The suits were filed against HHS, contending that several provisions of the rule “burden hospitals with unlawful arbitrary standards and documentation requirements and deprive hospitals of proper Medicare reimbursement for caring for patients,” the release stated.
“The hospitals take issue with the wholly arbitrary requirement that a physician must certify at the time of admission that a Medicare patient is expected to need care in the hospital for a period spanning two midnights to be considered an inpatient,” the release also said.
The so-called doc-fix bill recently approved by Congress included a six-month extension before compliance would be enforced for the two-midnight rule. AHA apparently plans to use that time contesting it in court.

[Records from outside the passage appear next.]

/**
 * Request ids: the id each answer carries in `X-Request-Id`, on every log
 * line of its request and on the error pages ("Reference: …") so a person can
 * quote it. See docs/decisions/024-structured-logs.md.
 */
import { randomBytes } from "node:crypto";

/** Ids a proxy may hand us: 1–64 letters, digits and dashes (a UUID, nginx's $request_id). */
const acceptedShape = /^[A-Za-z0-9-]{1,64}$/;

/**
 * The incoming `X-Request-Id` to keep, or null for a fresh one. Kept only
 * behind a proxy we trust (TRUST_PROXY), which sets or overwrites the header,
 * and only in the shape above: an id a stranger chose could pose as another
 * request's reference or carry text into the log.
 */
export function acceptedRequestId(
  incoming: string | undefined,
  behindTrustedProxy: boolean,
): string | null {
  if (!behindTrustedProxy || incoming === undefined) return null;
  return acceptedShape.test(incoming) ? incoming : null;
}

/** A fresh id: 16 hex digits (64 random bits), short enough to read out on the phone. */
export function newRequestId(): string {
  return randomBytes(8).toString("hex");
}
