/**
 * Who may read GET /metrics (docs/decisions/025-metrics.md): a scraper on
 * this machine, or anyone presenting METRICS_TOKEN as a bearer token.
 */
import { createHash, timingSafeEqual } from "node:crypto";

/** Whether a socket's remote address is this machine (127.0.0.0/8 or ::1, IPv4-mapped too). */
export function isLoopbackAddress(address: string | undefined): boolean {
  if (!address) return false;
  const v4 = address.startsWith("::ffff:") ? address.slice(7) : address;
  return v4.startsWith("127.") || address === "::1";
}

function digest(value: string): Buffer {
  return createHash("sha256").update(value).digest();
}

/** Compares two secrets in time that does not depend on where they differ (equal-length digests). */
export function sameSecret(given: string, expected: string): boolean {
  return timingSafeEqual(digest(given), digest(expected));
}

export interface MetricsRequest {
  /** The TCP peer (`socket.remoteAddress`), never X-Forwarded-For. */
  remoteAddress: string | undefined;
  /** Whether the request carries X-Forwarded-For or Forwarded: it came through a proxy. */
  forwarded: boolean;
  authorization: string | undefined;
  /**
   * Whether TRUST_PROXY says a proxy stands in front: then every request may
   * have come through it, with or without forwarding headers, and loopback
   * proves nothing.
   */
  behindProxy: boolean;
}

/**
 * Whether the request may read the metrics. From loopback only when no proxy
 * forwarded it: a reverse proxy on the same machine connects from loopback
 * on behalf of anyone on the internet. With METRICS_TOKEN set, a matching
 * `Authorization: Bearer` header lets a scraper elsewhere in. Behind a proxy
 * (TRUST_PROXY set) only the token does: a proxy that adds no forwarding
 * headers would otherwise open /metrics to whoever reaches it.
 */
export function mayReadMetrics(
  request: MetricsRequest,
  metricsToken: string | undefined,
): boolean {
  if (
    isLoopbackAddress(request.remoteAddress) &&
    !request.forwarded &&
    !request.behindProxy
  )
    return true;
  if (!metricsToken) return false;
  const match = request.authorization?.match(/^Bearer\s+(\S+)$/i);
  return !!match?.[1] && sameSecret(match[1], metricsToken);
}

The existing two-midnight rule says admitting physicians must have good reason to believe that a patient will need two nights in the hospital before Medicare will pay full inpatient rates under Part A for the stay. Lacking such documentation, Medicare auditors will generally classify the stay as outpatient observation, which pays hospitals much less under Part B and sticks the patient with a 20% copayment. That rule went into effect Oct. 1. But it was modified so that Medicare’s aggressive recovery audit contractors could not overturn claims under the new policy until Sept. 30, 2014.
The enacted legislation requires Medicare to extend that recovery-auditing moratorium until March 31, 2015. It also gives Medicare officials the discretion to extend what’s known as the “probe and educate” process until the same date next year. Under that process, a different set of companies, known as Medicare administrative contractors, can audit a small number of short-stay inpatient claims and train hospitals on how to submit more accurate bills.

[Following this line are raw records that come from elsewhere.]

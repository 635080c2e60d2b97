/**
 * What the server knows about the request being answered, reachable from any
 * code that runs for it (log lines, the guard) without passing it along:
 * an AsyncLocalStorage filled by server/app.ts for each request.
 */
import { AsyncLocalStorage } from "node:async_hooks";
import type { DisplaySettings } from "~/lib/display-settings";

export interface RequestContext {
  /** The id in the answer's X-Request-Id header (app/observability/request-id.ts). */
  readonly requestId: string;
  /** The signed-in person's user id, once the guard has resolved them. */
  personId: string | null;
  /** How the signed-in person reads numbers and times, for the pages they are sent (app/lib/format.ts). */
  display: DisplaySettings | null;
}

// One store per process, kept across the dev server's module reloads.
const globalForContext = globalThis as unknown as {
  turnledgerRequestContext?: AsyncLocalStorage<RequestContext>;
};
const storage = (globalForContext.turnledgerRequestContext ??=
  new AsyncLocalStorage<RequestContext>());

/** Runs `work` (and everything it starts) as part of the request `context`. */
export function runWithRequestContext<T>(
  context: RequestContext,
  work: () => T,
): T {
  return storage.run(context, work);
}

/** The request being answered, or undefined outside a request (scripts, timers). */
export function currentRequest(): RequestContext | undefined {
  return storage.getStore();
}

/** Records who is signed in for the request being answered (app/auth/guard.server.ts). */
export function noteSignedInPerson(personId: string): void {
  const context = storage.getStore();
  if (context) context.personId = personId;
}

/** Records how the signed-in person reads numbers and times, for the page being answered. */
export function noteDisplaySettings(settings: DisplaySettings): void {
  const context = storage.getStore();
  if (context) context.display = settings;
}
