/** Locks the order's lines (after the order row), in line order. */
async function lockLines(tx: Transaction, orderId: number) {
  return tx
    .select({
      id: purchaseOrderLines.id,
      lineNumber: purchaseOrderLines.lineNumber,
      itemId: purchaseOrderLines.itemId,
      quantity: purchaseOrderLines.quantity,
      received: purchaseOrderLines.received,
      unitPrice: purchaseOrderLines.unitPrice,
      priceSource: purchaseOrderLines.priceSource,
      overrideReason: purchaseOrderLines.overrideReason,
      metalBasePerKg: purchaseOrderLines.metalBasePerKg,
      metalBaseFixedAt: purchaseOrderLines.metalBaseFixedAt,
      requestedDate: purchaseOrderLines.requestedDate,
      leadTimeDays: purchaseOrderLines.leadTimeDays,
    })
    .from(purchaseOrderLines)
    .where(eq(purchaseOrderLines.orderId, orderId))
    .orderBy(asc(purchaseOrderLines.lineNumber))
    .for("update");
}
type LockedLine = Awaited<ReturnType<typeof lockLines>>[number];

/** Locks item rows in id order (after the order and its lines). */
async function lockItems(
  tx: Transaction,
  itemIds: readonly number[],
): Promise<Map<number, OrderItem>> {
  if (itemIds.length === 0) return new Map();
  const rows = await tx
    .select(orderItemColumns)
    .from(items)
    .where(inArray(items.id, [...itemIds]))
    .orderBy(asc(items.id))
    .for("update");
  return new Map(rows.map((row) => [row.id, row]));
}

async function itemsById(tx: Transaction, itemIds: readonly number[]) {
  if (itemIds.length === 0) return new Map<number, OrderItem>();
  const rows = await tx
    .select(orderItemColumns)
    .from(items)
    .where(inArray(items.id, [...new Set(itemIds)]));
  return new Map(rows.map((row) => [row.id, row]));
}

function itemOf(
  found: Map<string, OrderItem>,
  sku: string,
  field: string,
): OrderItem {
  const item = found.get(sku.toUpperCase());
  if (!item) throw new DomainError(422, `No item has the SKU "${sku}".`, field);
  if (!item.active)
    throw new DomainError(
      422,
      `${item.sku} is archived: it cannot be ordered.`,
      field,
    );
  return item;
}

Joining AHA in its suits are the Greater New York Hospital Association, Healthcare Association of New York State, New Jersey Hospital Association and Hospital & Healthsystem Association of Pennsylvania. The hospital plaintiffs are Wake Forest Baptist Medical Center, Winston-Salem, N.C.; Mount Sinai Hospital, New York; and hospitals that are part of Phoenix-based Banner Health and Einstein Healthcare Network, Philadelphia, the AHA release detailed. The lawsuits were filed in the U.S. District Court for the District of Columbia.